***** Records for the exercise

/**
 * A site admin's care of the shared library of tested recipes: add one, correct one, retire or
 * restore one. Each write runs in one transaction that compares the published values before and
 * after it and keeps every changed value as a reference change with who, when, why and the
 * recipe's citation, so the recipe's history shows it and a saved plan that names the recipe (or
 * a house recipe borrowing its table) says what changed when it is opened.
 */
import { randomUUID } from 'node:crypto'
import { and, desc, eq, isNull } from 'drizzle-orm'
import { OPEN_BAND_FT, type SharedRecipeBody } from '~~/utils/schemas/curation'
import { serverNow } from './clock'
import type { Database, Db, Tx } from './database'
import { changesBetween, followBasis, referenceValues, type Change } from './referenceValues'

interface Actor { id: string }

/** Refuses a bean or jar size the catalogue does not hold, naming the field. */
async function checkReferences(tx: Tx, body: SharedRecipeBody) {
  const [ingredient] = await tx.select({ id: tables.ingredients.id }).from(tables.ingredients).where(eq(tables.ingredients.id, body.ingredientId))
  if (!ingredient) badInput('ingredientId', 'That bean is not in the ingredient list.')
  const sizes = new Set((await tx.select({ key: tables.jarSizes.sizeKey }).from(tables.jarSizes)).map(j => j.key))
  const unknown = body.jars.findIndex(j => !sizes.has(j.sizeKey))
  if (unknown >= 0) badInput(`jars.${unknown}.sizeKey`, 'That jar size is not in the jar catalogue.')
}

function recipeColumns(body: SharedRecipeBody) {
  return {
    name: body.name,
    packStyle: body.packStyle,
    ingredientId: body.ingredientId,
    headspaceMm: body.headspaceMm,
    solidsFillFraction: body.solidsFillFraction,
    fillBasis: body.fillBasis,
    summary: body.summary,
    steps: body.steps,
    source: body.source,
    caution: body.caution || null,
    prep: body.prep,
  }
}

/** Replaces the recipe's jar table and pressure bands with the ones sent. */
async function writeTables(tx: Tx, recipeId: string, body: SharedRecipeBody) {
  await tx.delete(tables.recipeJarSpecs).where(eq(tables.recipeJarSpecs.recipeId, recipeId))
  await tx.delete(tables.recipePressureBands).where(eq(tables.recipePressureBands.recipeId, recipeId))
  await tx.insert(tables.recipeJarSpecs).values(body.jars.map(j => ({ recipeId, sizeKey: j.sizeKey, processMinutes: j.processMinutes, dryGrams: j.dryGrams, saltTsp: j.saltTsp })))
  await tx.insert(tables.recipePressureBands).values(body.pressureBands.map(b => ({ recipeId, gaugeType: b.gaugeType, minFt: b.minFt, maxFt: b.maxFt ?? OPEN_BAND_FT, psi: b.psi, source: b.source })))
}

async function record(tx: Tx, changes: Change[], by: Actor, reason: string, source: string) {
  if (!changes.length) return
  const appliedAt = serverNow()
  await tx.insert(tables.referenceChanges).values(changes.map(c => ({ ...c, version: null, changedBy: by.id, reason, source, appliedAt })))
}

/** The shared recipe `id`, locked for the transaction; 404 when there is none. */
async function sharedRecipe(tx: Tx, id: string) {
  const [row] = await tx.select().from(tables.recipes)
    .where(and(eq(tables.recipes.id, id), isNull(tables.recipes.householdId))).for('update')
  if (!row) notFound('No such recipe in the shared library.')
  return row
}

export async function createSharedRecipe(db: Database, by: Actor, body: SharedRecipeBody) {
  return db.transaction(async (tx) => {
    await checkReferences(tx, body)
    await libraryChanged(tx)
    const id = `library-${randomUUID()}`
    const now = serverNow()
    await tx.insert(tables.recipes).values({ id, householdId: null, status: 'tested', ...recipeColumns(body), createdBy: by.id, createdAt: now, updatedAt: now })
    await writeTables(tx, id, body)
    await record(tx, [{ recipeId: id, what: `${body.name}: added to the shared library` }], by, body.reason, body.source)
    return { id, changes: [`${body.name}: added to the shared library`] }
  })
}

/**
 * Replaces a shared tested recipe's words and tables with the ones sent. House recipes that
 * borrow its table take the new times and pressures in the same transaction. Answers the lines
 * that changed (none when the recipe already read so).
 */
export async function updateSharedRecipe(db: Database, by: Actor, id: string, body: SharedRecipeBody) {
  return db.transaction(async (tx) => {
    const row = await sharedRecipe(tx, id)
    if (row.status !== 'tested') refusal('Only tested recipes are edited here: a shared house recipe borrows its time and pressure from a tested one.')
    await checkReferences(tx, body)
    await libraryChanged(tx)
    const before = await referenceValues(tx)
    await tx.update(tables.recipes).set({ ...recipeColumns(body), updatedAt: serverNow() }).where(eq(tables.recipes.id, id))
    await writeTables(tx, id, body)
    await followBasis(tx, [id])
    const changes = changesBetween(before, await referenceValues(tx))
    await record(tx, changes, by, body.reason, body.source)
    return { id, changes: changes.filter(c => c.recipeId === id).map(c => c.what) }
  })
}

/**
 * Takes a shared recipe out of the library (`retire`) or puts it back. A retired recipe stays
 * readable, so the plans that name it still open, but neither it nor a house recipe borrowing
 * its table is planned again until it is restored.
 */
export async function setRecipeRetired(db: Database, by: Actor, id: string, retire: boolean, reason: string) {
  return db.transaction(async (tx) => {
    const row = await sharedRecipe(tx, id)
    if (retire && row.retiredAt) conflict('This recipe is already retired.')
    if (!retire && !row.retiredAt) conflict('This recipe is in the library already.')
    await libraryChanged(tx)
    const before = await referenceValues(tx)
    await tx.update(tables.recipes).set({ retiredAt: retire ? serverNow() : null, retiredReason: retire ? reason : null, updatedAt: serverNow() })
      .where(eq(tables.recipes.id, id))
    const changes = changesBetween(before, await referenceValues(tx))
    await record(tx, changes, by, reason, row.source)
    return { id, changes: changes.filter(c => c.recipeId === id).map(c => c.what) }
  })
}

/**
 * The recipe's history, newest first: who changed what, when, why, citing what. The person's
 * name is shown to site admins; everyone else reads "a site admin". Corrections shipped with a
 * reference version say so.
 */
export async function recipeHistory(db: Db, recipeId: string, forAdmin: boolean) {
  const rows = await db.select({
    at: tables.referenceChanges.appliedAt,
    what: tables.referenceChanges.what,
    reason: tables.referenceChanges.reason,
    source: tables.referenceChanges.source,
    version: tables.referenceChanges.version,
    by: tables.users.name,
  }).from(tables.referenceChanges)
    .leftJoin(tables.users, eq(tables.users.id, tables.referenceChanges.changedBy))
    .where(eq(tables.referenceChanges.recipeId, recipeId))
    .orderBy(desc(tables.referenceChanges.appliedAt))
    .limit(200)
  return rows.map(r => ({
    at: r.at.toISOString(),
    what: r.what,
    reason: r.reason,
    source: r.source,
    by: r.version !== null ? `Reference data version ${r.version}` : forAdmin && r.by ? r.by : 'A site admin',
  }))
}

**********

Aim of the exercise
Return every line from the records above that holds the word "changedBy".

Written answer
  await tx.insert(tables.referenceChanges).values(changes.map(c => ({ ...c, version: null, changedBy: by.id, reason, source, appliedAt })))
    .leftJoin(tables.users, eq(tables.users.id, tables.referenceChanges.changedBy))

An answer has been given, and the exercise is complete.